Thursday 19th May 2016
Professor John McLachlan, Durham University
Done to death: the use of the living body in anatomy teaching
The preserved cadaver is the canonical text we expect medical students to read anatomy from. It represents a rite of passage, invested with cultural meaning far beyond its information content. But in real clinical contexts, doctors encounter the living body itself.
The project Professor McLachlan described, promotes the iconoclastic view that anatomy learning should be through the living body, using peer examination and living models, medical imaging and art. It can be argued that this both brings benefits and avoids some kinds of harms. The implications of such experiences are wider, however, than across medical teaching, or even across health professional teaching. Many innovative teachers may find themselves in the uncomfortable position of challenging the cultural norms of their subject, and our experiences may illustrate both the pitfalls and rewards of such teaching.
Professor Jim Parle Director of the Physician Associate (PA) programme and Karen Reynolds from the Interactive Studies Unit
Who are the ACEs and what can they do?
Associate Clinical Educators (ACEs) are essentially non-medical people who have been trained in the medical examination systems and know how those examinations should feel ‘on the receiving end’. They are able to support the clinical teaching the students receive and the students get to practice the examinations on them, receiving real time feedback.

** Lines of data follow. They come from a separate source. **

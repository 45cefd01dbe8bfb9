import type { Source } from '../../../packages/machine-models/src/load/source.js';
import { evaluate } from '../../../packages/machine-models/src/waves/series.js';

/** Means over the last period of a run in small steps. */
export interface SteppedMeans {
  readonly dcMean: number;
  readonly dcSquare: number;
  readonly lineSquare: number;
  readonly phaseSquare: number;
  readonly electromagnetic: number;
}

/**
 * A machine on a bridge by small steps of time (backward Euler), knowing nothing of states, modes or symmetry: in each step
 * every phase is an EMF behind R + L/h, the node voltages of machine, cables and rails are one linear system, and of the 27
 * ways in which three terminals can be at the upper rail, the lower one or none, that one is taken whose currents and
 * voltages have the right signs. The star point, or the delta with the current round it, is in the system as it is.
 */
export function stepped(
  source: Source,
  dc: { readonly voltage: number; readonly resistance: number; readonly diodeDrop: number },
  rpm: number,
  periods: number,
  steps: number,
): SteppedMeans {
  const omega = (Math.PI * source.poles * rpm) / 60;
  const h = (2 * Math.PI) / (omega * steps);
  const inertia = source.phaseInductance / h;
  const impedance = source.phaseResistance + inertia;
  const ratio = rpm / source.referenceRpm;
  const drops = 2 * dc.diodeDrop;
  const isStar = source.connection === 'star';
  let currents = [0, 0, 0];
  let pattern = 0;
  const sums = { dcMean: 0, dcSquare: 0, lineSquare: 0, phaseSquare: 0, electromagnetic: 0 };
  for (let step = 1; step <= periods * steps; step++) {
    const theta = (2 * Math.PI * step) / steps;
    const emf = source.phases.map((phase) => ratio * evaluate(phase, theta));
    const drive = emf.map((e, k) => e + inertia * currents[k]);
    let found: { line: readonly number[]; phase: readonly number[]; dc: number } | undefined;
    for (let attempt = 0; attempt < 27 && found === undefined; attempt++) {
      const tried = (pattern + attempt) % 27;
      const signs = [tried % 3, Math.floor(tried / 3) % 3, Math.floor(tried / 9)].map((digit) => digit - 1);
      // unknowns: terminals 0..2, upper rail 3 (the lower one is nought), star point 4
      const rows: number[][] = [];
      // current out of terminal k as coefficients of the unknowns and a constant
      const phaseRow = (k: number): number[] => {
        const row = [0, 0, 0, 0, 0, drive[k] / impedance];
        row[k] -= 1 / impedance;
        row[isStar ? 4 : (k + 1) % 3] += 1 / impedance;
        return row;
      };
      const lineRow = (k: number): number[] => {
        if (isStar) return phaseRow(k);
        const other = phaseRow((k + 2) % 3);
        return phaseRow(k).map((value, i) => value - other[i]);
      };
      const lineRows = [0, 1, 2].map(lineRow);
      for (let k = 0; k < 3; k++) {
        const row = lineRows[k].map((value) => (signs[k] === 0 ? value : -source.cableResistance * value));
        if (signs[k] === 0) {
          row[k] -= 1e-9;
          row[3] += 0.5e-9;
        } else {
          row[k] += 1;
          if (signs[k] > 0) row[3] -= 1;
        }
        rows.push(row);
      }
      const rail = [0, 0, 0, 1, 0, -dc.voltage - drops];
      for (let k = 0; k < 3; k++) {
        if (signs[k] > 0)
          lineRows[k].forEach((value, i) => {
            rail[i] -= dc.resistance * value;
          });
      }
      rows.push(rail);
      const point = [0, 0, 0, 0, 0, 0];
      if (isStar) {
        for (const row of lineRows)
          row.forEach((value, i) => {
            point[i] += value;
          });
      } else point[4] = 1;
      rows.push(point);
      const unknowns = solve(rows);
      const at = (row: readonly number[]): number => row[5] + unknowns.reduce((sum, x, i) => sum + row[i] * x, 0);
      const line = lineRows.map(at);
      const right = signs.every((sign, k) => {
        if (sign !== 0) return sign * line[k] >= -1e-9;
        return unknowns[k] >= -1e-6 && unknowns[k] <= unknowns[3] + 1e-6;
      });
      if (!right) continue;
      pattern = tried;
      found = {
        line,
        phase: [0, 1, 2].map((k) => at(phaseRow(k))),
        dc: line.reduce((sum, i, k) => sum + (signs[k] > 0 ? i : 0), 0),
      };
    }
    if (found === undefined) throw new Error('no pattern of diodes fits');
    currents = [...found.phase];
    if (step <= (periods - 1) * steps) continue;
    sums.dcMean += found.dc / steps;
    sums.dcSquare += found.dc ** 2 / steps;
    sums.lineSquare += found.line.reduce((sum, i) => sum + i * i, 0) / 3 / steps;
    sums.phaseSquare += found.phase.reduce((sum, i) => sum + i * i, 0) / 3 / steps;
    sums.electromagnetic += found.phase.reduce((sum, i, k) => sum + i * emf[k], 0) / steps;
  }
  return sums;
}

/** The error of backward Euler is proportional to the step; two runs take it away. */
export function extrapolated(...args: Parameters<typeof stepped>): SteppedMeans {
  const [source, dc, rpm, periods, steps] = args;
  const coarse = stepped(source, dc, rpm, periods, steps);
  const fine = stepped(source, dc, rpm, periods, 2 * steps);
  const better = (key: keyof SteppedMeans): number => 2 * fine[key] - coarse[key];
  return {
    dcMean: better('dcMean'),
    dcSquare: better('dcSquare'),
    lineSquare: better('lineSquare'),
    phaseSquare: better('phaseSquare'),
    electromagnetic: better('electromagnetic'),
  };
}

/** Elimination with the largest pivot; rows are coefficients and a constant:  sum + constant = 0. */
function solve(rows: number[][]): readonly number[] {
  const n = rows.length;
  for (let i = 0; i < n; i++) {
    let best = i;
    for (let j = i + 1; j < n; j++) if (Math.abs(rows[j][i]) > Math.abs(rows[best][i])) best = j;
    [rows[i], rows[best]] = [rows[best], rows[i]];
    for (let j = i + 1; j < n; j++) {
      const factor = rows[j][i] / rows[i][i];
      if (factor !== 0) for (let k = i; k <= n; k++) rows[j][k] -= factor * rows[i][k];
    }
  }
  const x = new Array<number>(n).fill(0);
  for (let i = n - 1; i >= 0; i--) {
    let sum = -rows[i][n];
    for (let k = i + 1; k < n; k++) sum -= rows[i][k] * x[k];
    x[i] = sum / rows[i][i];
  }
  return x;
}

The ACEs are also able to layer these skills with simulation and so a scenario can be created where the ACE is able to simulate appropriate signs and the student can examine the ACE as well as take a history. ACEs are also familiar with the ‘errors’ that both patients and students make and can both simulate the former and correct the latter, again using instant feedback e.g. ‘Press a bit harder and you will be able to feel the colon’.

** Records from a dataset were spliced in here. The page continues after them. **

"""Every fault planted in the example routine is found by a check whose sentence fits; correct routines pass."""

import numpy as np
import pytest

from drivers.foreign.failure import RoutineFailureError
from drivers.foreign.foreign import ForeignRoutine
from drivers.studies.audit import CheckResult, audit, subject_of
from matlib.card_conversion import card_text
from tests.drivers.audit.faults import FAULTS

CARDS = 3  # random cards for correct routines; 20 were run by hand


def audited(file, *, quick=True):
    def failed(error):
        if not isinstance(error, RoutineFailureError):
            return None
        return CheckResult(id="", holds=False, measured=None, limit=None, message=str(error))

    with ForeignRoutine(file) as routine:
        described = routine.described
        return audit(subject_of(routine, described.card, order=routine.order, quick=quick), failed=failed)


def wrong(result):
    return {check.id: check.message for check in result.checks if not check.holds}


def test_there_are_at_least_twenty_five_faults():
    assert len(FAULTS) >= 25
    assert len({fault.name for fault in FAULTS}) == len(FAULTS)


@pytest.mark.parametrize("fault", FAULTS, ids=[fault.name for fault in FAULTS])
def test_a_planted_fault_is_found_by_a_check_whose_sentence_fits(fault, built):
    found = wrong(audited(built(fault.changes)))
    hits = [name for name in fault.checks if name in found]
    assert hits, found
    assert any(fault.says in found[name] for name in hits), found


def random_card(folder, seed):
    """An invented card for the example routine: WLF, shear and bulk terms."""
    rng = np.random.default_rng(seed)
    n, m = int(rng.integers(1, 9)), int(rng.integers(0, 4))
    T_ref, C2 = float(rng.uniform(290.0, 390.0)), float(rng.uniform(80.0, 150.0))
    shares = rng.dirichlet(np.ones(n)) * rng.uniform(0.3, 0.97)
    prony = {
        "relative_to": "instantaneous",
        "shear": [[float(10.0 ** rng.uniform(-5.0, 6.0)), float(g)] for g in shares],
    }
    if m:
        prony["bulk"] = [[float(10.0 ** rng.uniform(-4.0, 5.0)), float(g)] for g in rng.dirichlet(np.ones(m)) * 0.3]
    tables = {
        "name": f"random {seed}",
        "units": {"stress": "MPa", "time": "s", "temperature": "K"},
        "elastic": {
            "E": float(rng.uniform(5.0, 5000.0)),
            "nu": float(rng.uniform(0.2, 0.45)),
            "state": "instantaneous",
        },
        "prony": prony,
        "shift": {"law": "wlf", "T_ref": T_ref, "C1": float(rng.uniform(6.0, 18.0)), "C2": C2},
        "expansion": {"alpha": float(rng.uniform(2e-5, 2e-4))},
        "service": {"temperature": [T_ref - 0.6 * C2, T_ref + 50.0], "time": [1e-2, 1e6]},
    }
    file = folder / f"random{seed}.card.toml"
    file.write_text(card_text(tables))
    return file


@pytest.mark.parametrize("seed", range(CARDS))
def test_a_correct_routine_raises_no_false_alarm(seed, built, tmp_path):
    assert wrong(audited(built(card=random_card(tmp_path, seed)), quick=False)) == {}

ACEs work in both teaching and assessment, primarily with our PA students. They also work in Year 4 with our MBChB students at the Royal Orthopaedic Hospital, Birmingham. For this work the ACEs received extra training in orthopaedic conditions from Professor Edward Davis. ACES cover all areas of the clinical examination, including neurology, respiratory, cardiovascular and GI examination as well as intimate examinations such as male rectal, female breast, male genitalia. Lastly we have other female ACEs who are Gynaecological Teaching Associates (GTAs) who have been trained by gynaecologist Miss Shirin Irani; they work with both our MBChB Year 3 students and the PA students.
This session explained a little more about the work of the ACEs and how they are trained. They also demonstrate a ‘hands-on’ simulated clinical scenario.